她甚至开始怀疑,瓦立德是不是故意在耗着她?
就在她忍无可忍,准备起身硬闯会议室看看瓦立德是不是真的在开会时,会客室的门被推开了。
小安加里那张万年不变的脸出现在门口,微微躬身,语气恭敬得挑不出一丁点儿错:「王妃殿下,殿下会议结束,请您移步会议室。」
这称呼像一根针,精准地刺破了阿黛尔竭力维持的镇定气泡。
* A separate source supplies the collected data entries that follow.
package org.risetrace.io;

import org.junit.jupiter.api.Test;
import org.junit.jupiter.api.io.TempDir;
import org.risetrace.calibration.Profiles;
import org.risetrace.frame.Frame;
import org.risetrace.frame.InputRejected;

import java.io.IOException;
import java.nio.file.Files;
import java.nio.file.Path;

import static org.junit.jupiter.api.Assertions.assertArrayEquals;
import static org.junit.jupiter.api.Assertions.assertEquals;
import static org.junit.jupiter.api.Assertions.assertThrows;
import static org.junit.jupiter.api.Assertions.assertTrue;

/** CSV/TSV temperature matrices: one image row per line, separators and decimal marks as exporters write them. */
class MatrixReaderTest {
    @TempDir
    Path dir;

    Frame read(String name, String text) throws IOException {
        return FrameReaders.read(Files.writeString(dir.resolve(name), text), ReadContext.defaults());
    }

    @Test
    void decimalCommaReadsTheSameAsDecimalPoint() throws IOException {
        Frame point = read("p.csv", "23.5,24.25,-1.5\n30,31.125,32\n");
        Frame comma = read("c.csv", "23,5;24,25;-1,5\n30;31,125;32\n");
        Frame tab = read("t.tsv", "23,5\t24.25\t-1,5\r\n30\t31,125\t32\r\n");
        assertEquals(3, point.width());
        assertEquals(2, point.height());
        assertArrayEquals(point.celsius(), comma.celsius());
        assertArrayEquals(point.celsius(), tab.celsius());
        assertEquals(24.25f, comma.at(1, 0));
        assertEquals("matrix-celsius", comma.decoding().profile());
        assertEquals("csv", comma.decoding().container());
    }

    @Test
    void commentsBlankLinesTrailingSeparatorsQuotesAndNaNAreHandled() throws IOException {
        Frame f = read("x.csv", "\uFEFF# exported matrix\n\n\"21,5\";22;\nNaN;23;\n");
        assertEquals(2, f.width());
        assertEquals(21.5f, f.at(0, 0));
        assertTrue(Float.isNaN(f.at(0, 1))); // a pixel without a reading stays NaN
    }

    @Test
    void kelvinMatrixProfileConverts() throws IOException {
        Path p = Files.writeString(dir.resolve("mk.json"), """
                {"name": "matrix-kelvin", "encoding": "matrix", "unit": "K", "netd_k": 0.05,
                 "band_um": [7.5, 14], "default_emissivity": 0.95}""");
        Path f = Files.writeString(dir.resolve("k.csv"), "273.15;298.15\n");
        Frame frame = FrameReaders.read(f, ReadContext.of(Profiles.load(p.toString())));
        assertEquals(0.0, frame.at(0, 0), 1e-4); // 273.15 K = 0 degC (SI)
        assertEquals(25.0, frame.at(1, 0), 1e-4);
    }

    @Test
    void rowsOfUnequalLengthAreRejectedNamingTheLine() throws IOException {
        InputRejected e = assertThrows(InputRejected.class, () -> read("u.csv", "1;2;3\n4;5;6\n7;8\n"));
        assertTrue(e.getMessage().contains("u.csv") && e.getMessage().contains("line 3 has 2 values")
                && e.getMessage().contains("line 1 has 3"), e.getMessage());
    }

    @Test
    void commaSeparatedWithDecimalCommaIsCaughtByUnequalRows() throws IOException {
        // "23,5,24" is ambiguous; commas always separate, so a row whose values lose the split differently fails
        InputRejected e = assertThrows(InputRejected.class, () -> read("a.csv", "23,5,24,5\n23,24\n"));
        assertTrue(e.getMessage().contains("line 2 has 2 values"), e.getMessage());
    }

    @Test
    void textThatIsNotANumberIsRejectedNamingLineAndColumn() throws IOException {
        InputRejected e = assertThrows(InputRejected.class, () -> read("n.csv", "1;2\n3;warm\n"));
        assertTrue(e.getMessage().contains("'warm' at line 2, column 2"), e.getMessage());
        InputRejected empty = assertThrows(InputRejected.class, () -> read("e.csv", "1;;2\n"));
        assertTrue(empty.getMessage().contains("empty value at line 1, column 2"), empty.getMessage());
    }
}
一股邪火「腾」地窜起。
「会议室?!」
阿黛尔的声音陡然拔高,带着难以置信的荒谬感。
会客室已经够离谱了,现在居然是——会议室?!
她,一个名义上的未婚妻,虽然她自己不认,但被晾在会客室喝了一肚子咖啡,现在要去————会议室见他?
当她是来谈生意的客户吗?!
瓦立德·本·哈立德,你欺人太甚!
一股邪火直冲脑门,但阿黛尔强行压了下去。
阿黛尔强行压下几乎喷薄而出的怒火和委屈,精致的下巴绷得紧紧的,豁然起身,带着一股子「老娘今天就是要掀桌子」的决绝气势,跟在小安加里身後,走向那该死的「会议室」。
高跟鞋踩在大理石地板上发出冰冷清脆的「哒哒」声,此刻听起来格外刺耳,像是在为她擂响了战鼓。